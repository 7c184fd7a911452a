/** Kinds of operations that tell a small device's time; sums, shifts and memory of the message itself are left out. */
export const OPERATIONS = ['multiplies', 'divides', 'tableReads', 'branches'] as const;

/** How often each operation ran; integers. A product or quotient by a power of two is a shift and not among them. */
export type Operations = Readonly<Record<(typeof OPERATIONS)[number], number>>;

/** What coding a sequence took at one end. */
export interface OperationCounts {
  readonly symbolCount: number;
  /** Over all symbols. */
  readonly total: Operations;
  /** Most that any one symbol took, for each operation by itself. */
  readonly worst: Operations;
}

type Counter = Record<(typeof OPERATIONS)[number], number>;

const none = (): Counter => ({ multiplies: 0, divides: 0, tableReads: 0, branches: 0 });

/** Counts the operations of one symbol after another: add to the public fields, then {@link close} the symbol. */
export class OperationTally {
  multiplies = 0;
  divides = 0;
  /** Elements read from the model's or the code's tables. */
  tableReads = 0;
  /** Conditions evaluated on data, tables or the coding interval, those of loops included. */
  branches = 0;
  #symbolCount = 0;
  readonly #total = none();
  readonly #worst = none();

  /** Ends a symbol. */
  close(): void {
    this.#symbolCount++;
    for (const kind of OPERATIONS) {
      this.#total[kind] += this[kind];
      if (this[kind] > this.#worst[kind]) this.#worst[kind] = this[kind];
      this[kind] = 0;
    }
  }

  /** The counts of all symbols closed so far. */
  counts(): OperationCounts {
    return {
      symbolCount: this.#symbolCount,
      total: { ...this.#total },
      worst: { ...this.#worst },
    };
  }
}

/** Counts over several sequences together. */
export function addCounts(a: OperationCounts, b: OperationCounts): OperationCounts {
  const total = none();
  const worst = none();
  for (const kind of OPERATIONS) {
    total[kind] = a.total[kind] + b.total[kind];
    worst[kind] = Math.max(a.worst[kind], b.worst[kind]);
  }
  return { symbolCount: a.symbolCount + b.symbolCount, total, worst };
}
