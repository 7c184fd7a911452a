import type { BitReader } from '../bits/bit-reader.ts';
import type { BitWriter } from '../bits/bit-writer.ts';
import { countBits, readCount, writeCount } from '../bits/elias-delta.ts';
import { BugError, CorruptStreamError, LimitError } from '../errors/errors.ts';
import type { CodedInput, DecodeLimits, Setup } from './contract.ts';

/** The count that says how many symbols there are: that of units where these have a fixed size, else their own. */
function countOf({ unitSymbols = 1 }: Setup, symbolCount: number): number {
  const count = symbolCount / unitSymbols;
  if (Number.isInteger(count)) return count;
  throw new BugError('a message is not a whole number of units', {
    expected: `a multiple of ${unitSymbols} symbols`,
    got: `${symbolCount} symbols`,
  });
}

/** Bits that {@link writeSymbolCount} will take. */
export function symbolCountBits(setup: Setup, symbolCount: number): number {
  return setup.lengths === 'known' ? 0 : countBits(countOf(setup, symbolCount));
}

/**
 * The first thing in every message: its symbol count, or unit count, where `lengths` does not grant it.
 * @returns bits written, to be booked in `framing`
 */
export function writeSymbolCount(writer: BitWriter, setup: Setup, symbolCount: number): number {
  return setup.lengths === 'known' ? 0 : writeCount(writer, countOf(setup, symbolCount));
}

/** The symbol count that {@link writeSymbolCount} wrote. */
export function readSymbolCount(reader: BitReader, { unitSymbols = 1 }: Setup): number {
  return readCount(reader) * unitSymbols;
}

/**
 * Walks the messages of a coded unit for a decoder: sets the reader's limit under `link`, reads or looks up each symbol
 * count, keeps the limits, and checks at each end that the message was read exactly.
 */
export class MessageWalk {
  readonly messageEnds: Uint32Array;
  readonly #reader: BitReader;
  readonly #setup: Setup;
  readonly #input: CodedInput;
  readonly #limits: DecodeLimits;
  #symbolTotal = 0;
  #index = 0;

  constructor(reader: BitReader, setup: Setup, input: CodedInput, limits: DecodeLimits) {
    const { messageCount } = input;
    if (!Number.isInteger(messageCount) || messageCount < 0) {
      throw new CorruptStreamError('the number of messages is not a count', {
        got: String(messageCount),
      });
    }
    if (messageCount > 2 ** 28) {
      throw new LimitError('too many messages for one unit', {
        expected: 'at most 2^28',
        got: String(messageCount),
      });
    }
    const granted =
      setup.lengths === 'link'
        ? input.messageEndsBits
        : setup.lengths === 'known'
          ? input.symbolCounts
          : undefined;
    if (setup.lengths !== 'sent' && granted?.length !== messageCount) {
      throw new CorruptStreamError(
        'the lengths that the framing grants are missing or not one a message',
        {
          expected: `${messageCount}`,
          got: `${granted?.length ?? 'none'}`,
        },
      );
    }
    this.#reader = reader;
    this.#setup = setup;
    this.#input = input;
    this.#limits = limits;
    this.messageEnds = new Uint32Array(messageCount);
  }

  /** Symbols of the messages so far, the open one included. */
  get symbolTotal(): number {
    return this.#symbolTotal;
  }

  /** Index of the message at hand, or of the next one to open. */
  get index(): number {
    return this.#index;
  }

  /** Goes on at message `index`: those before it were walked by a kernel, which put their ends in place. */
  passTo(index: number, symbolTotal: number): void {
    this.#index = index;
    this.#symbolTotal = symbolTotal;
  }

  /** Opens the next message and returns its symbol count, or −1 when there is none left. */
  next(): number {
    if (!this.open()) return -1;
    const count =
      this.#setup.lengths === 'known'
        ? this.#input.symbolCounts![this.#index]
        : readSymbolCount(this.#reader, this.#setup);
    this.book(count);
    return count;
  }

  /**
   * Opens the next message without reading a count, for coders whose code implies it: they call {@link book} when they
   * know it. False when there is none left.
   */
  open(): boolean {
    if (this.#index === this.messageEnds.length) return false;
    const { startOf } = this.#input;
    if (startOf !== undefined) this.#reader.seek(startOf(this.#index, this.#reader.position));
    if (this.#setup.lengths === 'link')
      this.#reader.setLimit(this.#input.messageEndsBits![this.#index]);
    return true;
  }

  /** Takes note of the open message's symbol count and holds the sum against the limit. */
  book(count: number): void {
    this.#symbolTotal += count;
    if (this.#symbolTotal > this.#limits.maxSymbols) {
      throw new LimitError('the coded bytes hold more symbols than allowed', {
        messageIndex: this.#index,
        bitOffset: this.#reader.position,
        expected: `at most ${this.#limits.maxSymbols}`,
        got: `${this.#symbolTotal} or more`,
      });
    }
    this.messageEnds[this.#index] = this.#symbolTotal;
  }

  /**
   * Ends the message whose own bits end at `position`: skips the padding, which must be zeros, and checks the end
   * against the one that `link` grants.
   */
  close(position: number): void {
    const reader = this.#reader;
    const align = this.#setup.align;
    const end = Math.ceil(position / align) * align;
    const granted =
      this.#setup.lengths === 'link' ? this.#input.messageEndsBits![this.#index] : end;
    if (granted !== end || end > reader.bytes.length * 8) {
      throw new CorruptStreamError('a message does not end where its bits end', {
        messageIndex: this.#index,
        bitOffset: position,
        expected: `end at bit ${granted}`,
        got: `end at bit ${end}`,
        advice: 'The bytes were cut or altered, or belong to another coder or other tables.',
      });
    }
    reader.limit = end;
    reader.seek(position);
    for (let left = end - position; left > 0; left -= 32) {
      if (reader.readBits(Math.min(32, left)) !== 0) {
        throw new CorruptStreamError('the padding of a message is not zeros', {
          messageIndex: this.#index,
          bitOffset: position,
        });
      }
    }
    reader.limit = reader.bytes.length * 8;
    this.#index++;
  }
}
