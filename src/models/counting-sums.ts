import type { OperationTally } from './counting-tally.ts';
import type { SymbolSums } from './symbol-sums.ts';

/** Levels of the trees over an alphabet. */
export function levelsOf(alphabetSize: number): number {
  return alphabetSize === 1 ? 0 : 32 - Math.clz32(alphabetSize - 1);
}

/**
 * What the walks of {@link SymbolSums} take, L levels of their trees each: a sum, or a change, L reads; a search L reads and L
 * branches.
 */
export class CountingSums {
  readonly levels: number;
  readonly #alphabetSize: number;

  constructor(alphabetSize: number) {
    this.#alphabetSize = alphabetSize;
    this.levels = levelsOf(alphabetSize);
  }

  sum(tally: OperationTally): void {
    tally.tableReads += this.levels;
  }

  search(tally: OperationTally): void {
    tally.tableReads += this.levels;
    tally.branches += this.levels;
  }

  /** Whether the symbol was seen, the walk, its count; one never seen is asked once more and entered in the other tree. */
  increment(sums: SymbolSums, symbol: number, tally: OperationTally): void {
    const isNew = !sums.hasSeen(symbol);
    tally.tableReads += 1 + this.levels + 1 + (isNew ? 1 + this.levels : 0);
    tally.branches += isNew ? 2 : 1;
  }

  /** Each symbol's count, and whether it is 0; those that are not: the count again, and the walk. */
  halve(sums: SymbolSums, tally: OperationTally): void {
    tally.tableReads += this.#alphabetSize;
    tally.branches += this.#alphabetSize;
    for (const count of sums.counts) if (count > 0) tally.tableReads += 1 + this.levels;
  }
}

> _Assignment_
Line count for the string "unitSymbols": say how many lines in the listing contain it, and add nothing.

> _Reply_
5